# Philly library added LOTS of children's books



## PG4003 (Patricia) (Jan 30, 2010)

Just looked this morning at the Philly library selection, and it looks like they just added about 6 or 7 pages of nothing but children's books.  Maybe because of the Nook color??  Anyway, there's a good selection if anyone is interested.


----------



## YorkieMom (Sep 28, 2010)

Hi Patricia,  I was wondering if you could help me.
I ordered a refurbished Nook (still waiting on delivery) and was looking into getting an online card from this library. I can't figure out how to find the e-books so I could see what they have. I am really interested in the childrens section for my granddaughter. I'm trying to help her improve her reading.  I am new to all this and am very confused.
Thank you for any help.


----------



## pidgeon92 (Oct 27, 2008)

You can see all ebooks/audiobooks at the Philadelphia Free Library at this link.


----------



## YorkieMom (Sep 28, 2010)

Thank you pidgeon92. This whole Nook thing seems a bit intimidating. I'm not really sure what I have to do to get it going. The K3 was easier, it seems.


----------



## Meemo (Oct 27, 2008)

YorkieMom said:


> Thank you pidgeon92. This whole Nook thing seems a bit intimidating. I'm not really sure what I have to do to get it going. The K3 was easier, it seems.

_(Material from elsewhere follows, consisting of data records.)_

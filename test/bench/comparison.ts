import type { Values } from './bench-case.ts';

export interface Agreement {
  agrees: boolean;
  inWords: string;
}
export type Comparison = (own: Values, peer: Values) => Agreement;

/** Both sides fit the same numbers: |own − peer| ≤ rel·|peer|. */
export function sameNumbers({ rel, why }: { rel: number; why: string }): Comparison {
  return comparison((own, peer) => (own === peer ? 0 : Math.abs(own - peer) / Math.abs(peer)), {
    most: rel,
    measure: 'relative difference',
    why,
  });
}

/** A difference of two draws is normal with √2 of one's standard error: beyond this, chance is 1 in a million. */
const MOST_STANDARD_ERRORS = 5 * Math.SQRT2;

/** Each side drew its own random numbers: |own − peer| is measured in Monte Carlo standard errors of one side. */
export function sameButForChance(standardErrors: Values): Comparison {
  return comparison((own, peer, place) => Math.abs(own - peer) / (standardErrors[place] ?? NaN), {
    most: MOST_STANDARD_ERRORS,
    measure: 'Monte Carlo standard errors apart',
    why: 'either side draws its own numbers',
  });
}

function comparison(
  difference: (own: number, peer: number, place: number) => number,
  { most, measure, why }: { most: number; measure: string; why: string },
): Comparison {
  return (own, peer) => {
    if (own.length !== peer.length || own.length === 0) {
      return { agrees: false, inWords: `${own.length} values against ${peer.length}` };
    }
    const differences = own.map((value, place) => difference(value, peer[place] ?? NaN, place));
    // Not `<=` of the largest alone: a NaN compares false, and would hide behind Math.max in some orders.
    const agrees = differences.every((value) => value <= most);
    const worst = differences.some(Number.isNaN) ? NaN : Math.max(...differences);
    return { agrees, inWords: `${measure} ${worst.toPrecision(2)}, at most ${most.toPrecision(2)} (${why})` };
  };
}

/** Standard deviation of each value over runs with different seeds. */
export function standardErrors(nRuns: number, run: (seed: number) => Values): Values {
  const runs = Array.from({ length: nRuns }, (_, place) => run(1000 + place));
  return (runs[0] ?? []).map((_, place) => {
    const values = runs.map((run) => run[place] ?? NaN);
    const centre = values.reduce((total, value) => total + value, 0) / nRuns;
    return Math.sqrt(values.reduce((total, value) => total + (value - centre) ** 2, 0) / (nRuns - 1));
  });
}
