import { AxeBuilder } from '@axe-core/playwright';
import { expect, it, onTestFinished } from 'vitest';
import { reportHtml } from '../../src-main/report/report-html.ts';
import { browser } from '../helpers/browser.ts';
import { inventedReport } from '../unit/report/invented-report.ts';

/** The invented report in a page of its own; what it asks for or complains about is kept. */
async function openReport(options: { bypassCSP: boolean }) {
  const context = await (await browser()).newContext(options);
  onTestFinished(() => context.close());
  const page = await context.newPage();
  const problems: string[] = [];
  page.on('request', (request) => {
    if (!request.url().startsWith('data:')) problems.push(`asks for ${request.url()}`);
  });
  page.on('console', (message) => problems.push(message.text()));
  await page.setContent(await reportHtml(inventedReport));
  return { page, problems };
}

it('shows itself in its own fonts under its own policy, asking for nothing', async () => {
  const { page, problems } = await openReport({ bypassCSP: false });
  const fonts = await page.evaluate(async () => {
    await document.fonts.ready;
    return [...document.fonts].filter((font) => font.status === 'loaded').map((font) => font.family);
  });
  expect(new Set(fonts)).toEqual(new Set(['Literata', 'Atkinson Hyperlegible Next', 'Atkinson Hyperlegible Mono']));
  expect(problems).toEqual([]);
});

it('has no accessibility violation that axe-core finds', async () => {
  // axe-core is put into the page as a script, which the report’s own policy would refuse.
  const { page } = await openReport({ bypassCSP: true });
  const { violations } = await new AxeBuilder({ page }).analyze();
  expect(violations.map(({ id, nodes }) => `${id}: ${nodes.map((node) => node.html).join(' ')}`)).toEqual([]);
});

it('prints in A4 pages', async () => {
  const { page } = await openReport({ bypassCSP: false });
  const pdf = (await page.pdf({ preferCSSPageSize: true })).toString('latin1');
  const boxes = [...pdf.matchAll(/\/MediaBox \[0 0 ([\d.]+) ([\d.]+)\]/g)].map(([, width, height]) => [width, height]);
  // Contents, two claims with a first page and a check each, sources and trail.
  expect(boxes.length).toBeGreaterThanOrEqual(6);
  for (const [width, height] of boxes) {
    // 210 × 297 mm in points, to the browser’s whole pixel.
    expect(Math.abs(Number(width) - 595.3)).toBeLessThan(1);
    expect(Math.abs(Number(height) - 841.9)).toBeLessThan(1);
  }
});
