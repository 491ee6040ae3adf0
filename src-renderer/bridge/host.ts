import type { WindowBridge } from '../../src-main/contract/window-bridge.ts';
import { electronHost } from './electron-host.ts';
import type { Host } from './host-shape.ts';
import { loopbackHost } from './loopback-host.ts';

declare global {
  interface Window {
    /** There in Electron only, put there by the preload script. */
    readonly footing?: WindowBridge;
  }
}

let chosen: Host | undefined;

/** The host of this window; the same one on every call. */
export function host(): Host {
  chosen ??= window.footing ? electronHost(window.footing) : loopbackHost();
  return chosen;
}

It really is easier - my husband and I took our Kindle, nook, iPad and iPhones to a local library today for a "Technology Petting Zoo", a chance for people to see some different eReaders and get hands on with them, and talk to "real" users. I really tried to be Switzerland, and told them if they wanted library books they needed to look for a reader other than Kindle (tough to be in a library and start talking about stripping DRM, besides which I've never attempted it myself) - but when I'd show them about changing fonts or turning on wireless or looking a word up in the dictionary...it was clear that it's all simpler on a Kindle. 
But I also told them that I do love getting library books on the nook! And that library has just gotten into the Overdrive system for eBooks, which is why they wanted to have the event to begin with. 
But if B&N didn't add their own flavor of DRM to their books...I'd still be reading my ePubs on my cute little pink Sony 300...


----------



## gadgetgirl003 (Mar 22, 2009)

Meemo said:


> It really is easier - my husband and I took our Kindle, nook, iPad and iPhones to a local library today for a "Technology Petting Zoo", a chance for people to see some different eReaders and get hands on with them, and talk to "real" users. I really tried to be Switzerland, and told them if they wanted library books they needed to look for a reader other than Kindle (tough to be in a library and start talking about stripping DRM, besides which I've never attempted it myself) .


That was really nice of you and your husband to do that. I bet it was fun.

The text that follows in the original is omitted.